[Stored items]

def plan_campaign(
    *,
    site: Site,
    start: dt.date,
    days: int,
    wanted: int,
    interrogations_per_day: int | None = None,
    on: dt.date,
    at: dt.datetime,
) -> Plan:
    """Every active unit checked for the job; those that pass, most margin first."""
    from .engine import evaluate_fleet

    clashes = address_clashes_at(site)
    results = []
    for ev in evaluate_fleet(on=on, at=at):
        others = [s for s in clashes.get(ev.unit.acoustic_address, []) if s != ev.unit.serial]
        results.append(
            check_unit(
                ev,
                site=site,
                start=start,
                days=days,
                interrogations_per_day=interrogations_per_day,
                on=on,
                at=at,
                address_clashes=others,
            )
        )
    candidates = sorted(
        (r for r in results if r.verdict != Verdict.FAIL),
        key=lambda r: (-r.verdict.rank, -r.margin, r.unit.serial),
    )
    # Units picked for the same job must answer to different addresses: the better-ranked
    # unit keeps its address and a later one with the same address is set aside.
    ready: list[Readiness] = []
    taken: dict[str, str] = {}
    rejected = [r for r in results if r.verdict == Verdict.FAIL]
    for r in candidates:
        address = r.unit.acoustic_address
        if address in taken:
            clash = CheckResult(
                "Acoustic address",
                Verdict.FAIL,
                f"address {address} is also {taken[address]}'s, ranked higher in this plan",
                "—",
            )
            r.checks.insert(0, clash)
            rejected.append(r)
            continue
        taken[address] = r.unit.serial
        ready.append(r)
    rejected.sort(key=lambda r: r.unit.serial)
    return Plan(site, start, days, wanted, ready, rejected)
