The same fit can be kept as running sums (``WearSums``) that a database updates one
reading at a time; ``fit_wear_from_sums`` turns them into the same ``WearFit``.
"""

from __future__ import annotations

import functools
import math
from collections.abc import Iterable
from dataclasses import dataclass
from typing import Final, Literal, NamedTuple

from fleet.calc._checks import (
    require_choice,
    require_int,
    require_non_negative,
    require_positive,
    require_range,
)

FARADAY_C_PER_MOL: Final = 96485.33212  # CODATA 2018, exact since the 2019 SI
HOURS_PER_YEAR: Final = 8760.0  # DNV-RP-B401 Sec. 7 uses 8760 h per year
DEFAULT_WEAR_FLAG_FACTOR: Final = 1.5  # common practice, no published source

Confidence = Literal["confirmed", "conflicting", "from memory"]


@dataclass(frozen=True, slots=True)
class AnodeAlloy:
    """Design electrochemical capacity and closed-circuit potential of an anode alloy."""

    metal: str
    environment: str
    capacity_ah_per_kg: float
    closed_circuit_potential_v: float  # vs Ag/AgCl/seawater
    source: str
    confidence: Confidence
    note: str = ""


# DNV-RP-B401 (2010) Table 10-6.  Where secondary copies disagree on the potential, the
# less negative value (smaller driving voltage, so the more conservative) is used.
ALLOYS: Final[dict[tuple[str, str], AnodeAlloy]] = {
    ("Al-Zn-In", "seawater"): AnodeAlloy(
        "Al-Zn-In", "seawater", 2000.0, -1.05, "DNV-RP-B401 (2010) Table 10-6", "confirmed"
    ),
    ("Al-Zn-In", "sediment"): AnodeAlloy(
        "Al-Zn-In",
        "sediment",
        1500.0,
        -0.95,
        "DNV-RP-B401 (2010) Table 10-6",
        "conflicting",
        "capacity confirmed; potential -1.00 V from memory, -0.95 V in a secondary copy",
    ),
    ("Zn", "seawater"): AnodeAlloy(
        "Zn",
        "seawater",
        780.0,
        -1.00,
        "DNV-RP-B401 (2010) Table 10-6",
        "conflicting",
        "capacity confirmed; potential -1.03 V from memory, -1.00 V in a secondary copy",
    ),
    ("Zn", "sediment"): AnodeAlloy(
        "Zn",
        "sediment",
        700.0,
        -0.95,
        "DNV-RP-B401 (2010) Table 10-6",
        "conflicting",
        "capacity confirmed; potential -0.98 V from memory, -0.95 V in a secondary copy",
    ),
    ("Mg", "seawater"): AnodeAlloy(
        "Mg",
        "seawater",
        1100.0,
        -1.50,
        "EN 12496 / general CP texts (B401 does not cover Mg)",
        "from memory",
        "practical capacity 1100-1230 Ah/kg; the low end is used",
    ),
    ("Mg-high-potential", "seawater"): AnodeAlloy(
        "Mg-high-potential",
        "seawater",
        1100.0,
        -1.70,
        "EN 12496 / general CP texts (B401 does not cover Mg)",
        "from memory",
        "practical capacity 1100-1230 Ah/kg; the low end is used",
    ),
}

• **PROBLEM TO SOLVE**
Every line that contains "site" should be copied out of the data.

• **OUTPUT**
    site: Site,
    clashes = address_clashes_at(site)
                site=site,
    return Plan(site, start, days, wanted, ready, rejected)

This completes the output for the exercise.